**Materials provided:**
....

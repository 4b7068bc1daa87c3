"""A single-node SLURM on localhost for the ``slurm``-marked tests.

The session fixture ``slurm_cluster`` runs ``start_slurm.sh start`` (installing the Debian packages when
run as root on a fresh machine), yields the state folder, and stops the daemons it started by their
recorded PIDs. Policy: a missing SLURM is a FAILURE, never a skip -- CI must prove the cluster path.

Several developers may run the suite on one machine at once; SLURM's ports and /etc/slurm/slurm.conf
are machine-wide, so the fixture holds an exclusive file lock for its whole lifetime.
"""
from __future__ import annotations

import fcntl
import os
import subprocess
import time
from dataclasses import dataclass
from pathlib import Path

import pytest

HERE = Path(__file__).resolve().parent
SCRIPT = HERE / "start_slurm.sh"
LOCK_PATH = Path("/tmp/bodysweep-slurm-test.lock")
LOCK_WAIT_S = 900.0


@dataclass(frozen=True)
class LocalSlurm:
    """What the fixture started: the state folder and the job-completion log of the node."""

    state_dir: Path

    @property
    def jobcomp_path(self) -> Path:
        return self.state_dir / "log" / "jobcomp.txt"

    def completed_jobs(self) -> dict[str, dict[str, str]]:
        """Job-completion records (``jobcomp/filetxt``) keyed by job id, each ``key=value`` field as a dict."""
        out: dict[str, dict[str, str]] = {}
        if not self.jobcomp_path.exists():
            return out
        for line in self.jobcomp_path.read_text().splitlines():
            fields = dict(item.split("=", 1) for item in line.split() if "=" in item)
            if "JobId" in fields:
                out[fields["JobId"]] = fields
        return out


def _acquire_lock():
    fh = open(LOCK_PATH, "a+")
    t0 = time.monotonic()
    while True:
        try:
            fcntl.flock(fh, fcntl.LOCK_EX | fcntl.LOCK_NB)
            return fh
        except BlockingIOError:
            if time.monotonic() - t0 > LOCK_WAIT_S:
                fh.close()
                pytest.fail(f"another test session holds {LOCK_PATH} for more than {LOCK_WAIT_S:.0f} s")
            time.sleep(1.0)


@pytest.fixture(scope="session")
def slurm_cluster(tmp_path_factory):
    lock = _acquire_lock()
    state = tmp_path_factory.mktemp("slurm")
    try:
        proc = subprocess.run(["bash", str(SCRIPT), "start", str(state)], capture_output=True, text=True, timeout=900)
        if proc.returncode != 0:
            subprocess.run(["bash", str(SCRIPT), "stop", str(state)], capture_output=True, text=True, timeout=120)
            hint = {
                3: "SLURM packages are missing and this session is not root; run the apt-get command above as root",
                4: "/etc/slurm/slurm.conf is a real file (site configuration); run the cluster tests on a clean machine",
            }.get(proc.returncode, f"see the logs under {state}/log")
            pytest.fail(
                f"local SLURM did not start (exit {proc.returncode}): {hint}\n{proc.stderr}", pytrace=False
            )
        yield LocalSlurm(state_dir=Path(state))
    finally:
        subprocess.run(["bash", str(SCRIPT), "stop", str(state)], capture_output=True, text=True, timeout=120)
        fcntl.flock(lock, fcntl.LOCK_UN)
        lock.close()


@pytest.fixture
def slurm_env() -> dict[str, str]:
    """The environment for submitting from a test: the caller's, without any SLURM_* leftovers."""
    return {k: v for k, v in os.environ.items() if not k.startswith("SLURM_")}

....

**Work instructions:**
Restate each entry word for word.

**Exercise output:**
repository 4b7068bc1daa87c3
"""A single-node SLURM on localhost for the ``slurm``-marked tests.

The session fixture ``slurm_cluster`` runs ``start_slurm.sh start`` (installing the Debian packages when
run as root on a fresh machine), yields the state folder, and stops the daemons it started by their
recorded PIDs. Policy: a missing SLURM is a FAILURE, never a skip -- CI must prove the cluster path.

Several developers may run the suite on one machine at once; SLURM's ports and /etc/slurm/slurm.conf
are machine-wide, so the fixture holds an exclusive file lock for its whole lifetime.
"""
from __future__ import annotations

import fcntl
import os
import subprocess
import time
from dataclasses import dataclass
from pathlib import Path

import pytest

HERE = Path(__file__).resolve().parent
SCRIPT = HERE / "start_slurm.sh"
LOCK_PATH = Path("/tmp/bodysweep-slurm-test.lock")
LOCK_WAIT_S = 900.0


@dataclass(frozen=True)
class LocalSlurm:
    """What the fixture started: the state folder and the job-completion log of the node."""

    state_dir: Path

    @property
    def jobcomp_path(self) -> Path:
        return self.state_dir / "log" / "jobcomp.txt"

    def completed_jobs(self) -> dict[str, dict[str, str]]:
        """Job-completion records (``jobcomp/filetxt``) keyed by job id, each ``key=value`` field as a dict."""
        out: dict[str, dict[str, str]] = {}
        if not self.jobcomp_path.exists():
            return out
        for line in self.jobcomp_path.read_text().splitlines():
            fields = dict(item.split("=", 1) for item in line.split() if "=" in item)
            if "JobId" in fields:
                out[fields["JobId"]] = fields
        return out


def _acquire_lock():
    fh = open(LOCK_PATH, "a+")
    t0 = time.monotonic()
    while True:
        try:
            fcntl.flock(fh, fcntl.LOCK_EX | fcntl.LOCK_NB)
            return fh
        except BlockingIOError:
            if time.monotonic() - t0 > LOCK_WAIT_S:
                fh.close()
                pytest.fail(f"another test session holds {LOCK_PATH} for more than {LOCK_WAIT_S:.0f} s")
            time.sleep(1.0)


@pytest.fixture(scope="session")
def slurm_cluster(tmp_path_factory):
    lock = _acquire_lock()
    state = tmp_path_factory.mktemp("slurm")
    try:
        proc = subprocess.run(["bash", str(SCRIPT), "start", str(state)], capture_output=True, text=True, timeout=900)
        if proc.returncode != 0:
            subprocess.run(["bash", str(SCRIPT), "stop", str(state)], capture_output=True, text=True, timeout=120)
            hint = {
                3: "SLURM packages are missing and this session is not root; run the apt-get command above as root",
                4: "/etc/slurm/slurm.conf is a real file (site configuration); run the cluster tests on a clean machine",
            }.get(proc.returncode, f"see the logs under {state}/log")
            pytest.fail(
                f"local SLURM did not start (exit {proc.returncode}): {hint}\n{proc.stderr}", pytrace=False
            )
        yield LocalSlurm(state_dir=Path(state))
    finally:
        subprocess.run(["bash", str(SCRIPT), "stop", str(state)], capture_output=True, text=True, timeout=120)
        fcntl.flock(lock, fcntl.LOCK_UN)
        lock.close()


@pytest.fixture
def slurm_env() -> dict[str, str]:
    """The environment for submitting from a test: the caller's, without any SLURM_* leftovers."""
    return {k: v for k, v in os.environ.items() if not k.startswith("SLURM_")}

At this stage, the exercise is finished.